◆ What you are asked to do ◆
Give an exact copy of the line that has "return planned.filter((e) =>" and of every line below it, through the last, with nothing else.

◆ Data for the task ◆
*** Block opens ***
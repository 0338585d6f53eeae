/**
 * The planned schedule after the journal: the tank's timetable (its scenario's, or the edited
 * plan's), each kind of task resumed at its own last logged entry — the next water change an
 * interval after the last logged change, the next filter cleaning an interval after the last
 * logged cleaning, a group's next trim after its last logged trim. One function, so the
 * forecast, the upcoming list, the calendar feed and the reminder mail plan the same days
 * (a maintenance interval counts from when the task was last done: common practice, no source).
 *
 * A task whose due day has passed with no entry is overdue: it is planned once, today, marked
 * with the day it fell due (however many intervals were missed), and the timetable resumes an
 * interval after today, as if it were done today — what marking it done today would plan (a
 * model choice). It never drops off because its day is in the past.
 *
 * A kind never logged counts from a fixed day, the plan's start (`PlanStart`, a model choice):
 * its first one is due an interval after that day, then follows the same rule, overdue once that
 * day has passed. Counted from today instead, it would recede a day every day and never come due.
 */
import { plannedEvents, type Scenario } from "~models";
import type { JournalEntry } from "~/features/journal/journal.server";
import { DAY_MS, startOfDay } from "~/utils/dates";

type TankEvent = ReturnType<typeof plannedEvents>[number];

/**
 * A planned event; `overdueSince` (a day of the run) when it fell due before today and is planned
 * today; `firstOne` on the first planned of a kind the journal has none of (its day counts from
 * the plan's start).
 */
export type PlannedEvent = TankEvent & { overdueSince?: number; firstOne?: true };

/**
 * The day a kind never logged counts from (a model choice: the day the keeper's records of the
 * plan begin): the later of the journal's first entry and the day the tank's edited plan was
 * first saved (later edits keep it) — before the journal began nothing tells whether a task was
 * done, and before the plan was saved its timetable was not the keeper's; with neither, the
 * scenario's start.
 */
export type PlanStart = { ms: number; from: "journal" | "plan" | "scenario" };

/**
 * The end of `now`'s day: the planner counts in whole days, so an entry dated today counts as done
 * today whatever its hour (a keeper's wall-clock time may be ahead of the server's), and one dated
 * after today is not done yet. The calendar's query and the forecast use the same bound.
 */
export const doneByEndOf = (now: number) => startOfDay(now) + DAY_MS;

const sameGroup = (g: { id: string; name: string }, name: string | undefined) =>
  [g.id, g.name].some((n) => n.toLowerCase() === (name ?? "").trim().toLowerCase());

/**
 * The planned events on days [0, `toDay`) of a run whose day 0 is `originMs` (a start of day):
 * each kind resumed at the day (start of day) of its last entry dated today or before; a kind the
 * journal has none of starts from the day of `start` (its first one an interval after it). An overdue
 * task is planned on today's day, once, with `overdueSince`. Events before day 0 are not
 * returned.
 */
export function plannedAfterJournal(
  s: Scenario,
  entries: readonly JournalEntry[],
  originMs: number,
  now: number,
  toDay: number,
  start: PlanStart,
): PlannedEvent[] {
  const today = (startOfDay(now) - originMs) / DAY_MS;
  const startDay = (startOfDay(start.ms) - originMs) / DAY_MS;
  const done = entries.filter((e) => e.doneAt < doneByEndOf(now));
  const lastDay = (match: (e: JournalEntry) => boolean) => {
    const last = done.filter(match).at(-1);
    return last === undefined ? null : (startOfDay(last.doneAt) - originMs) / DAY_MS;
  };
  // A timetable's doses start on its first day; resumed after a logged dose, that day is the logged one.
  const of = (mine: (e: TankEvent) => boolean, last: number | null): PlannedEvent[] => {
    const after = (from: number) => plannedEvents(s, toDay, from).filter((e) => mine(e) && e.day > from);
    const fromLast: PlannedEvent[] =
      last === null
        ? plannedEvents(s, toDay, startDay)
            .filter((e) => mine(e) && e.day >= startDay)
            .map((e, k) => (k === 0 ? { ...e, firstOne: true as const } : e))
        : after(last);
    const missed = fromLast.find((e) => e.day < today);
    const planned: PlannedEvent[] = missed
      ? [{ ...missed, day: today, overdueSince: missed.day }, ...after(today)]
      : fromLast;
    return planned.filter((e) => e.day >= 0 && e.day < toDay);
  };
  const kind = (k: TankEvent["kind"]) => (e: TankEvent) => e.kind === k;
  const trims = s.plants.flatMap((g) =>
    of(
      (e) => e.kind === "trim" && e.groupId === g.id,
      lastDay((e) => e.kind === "plants_trimmed" && sameGroup(g, e.details.plantGroup)),
    ),
  );
  return [
    ...of(
      kind("waterChange"),
      lastDay((e) => e.kind === "water_change"),
    ),
    ...of(
      kind("filterCleaning"),
      lastDay((e) => e.kind === "filter_cleaned"),
    ),
    ...of(
      kind("dose"),
      lastDay((e) => e.kind === "ammonia_dosed"),
    ),
    ...trims,
  ].sort((a, b) => a.day - b.day);
}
*** Block closes ***
◆ Task output ◆
    return planned.filter((e) => e.day >= 0 && e.day < toDay);
  };
  const kind = (k: TankEvent["kind"]) => (e: TankEvent) => e.kind === k;
  const trims = s.plants.flatMap((g) =>
    of(
      (e) => e.kind === "trim" && e.groupId === g.id,
      lastDay((e) => e.kind === "plants_trimmed" && sameGroup(g, e.details.plantGroup)),
    ),
  );
  return [
    ...of(
      kind("waterChange"),
      lastDay((e) => e.kind === "water_change"),
    ),
    ...of(
      kind("filterCleaning"),
      lastDay((e) => e.kind === "filter_cleaned"),
    ),
    ...of(
      kind("dose"),
      lastDay((e) => e.kind === "ammonia_dosed"),
    ),
    ...trims,
  ].sort((a, b) => a.day - b.day);
}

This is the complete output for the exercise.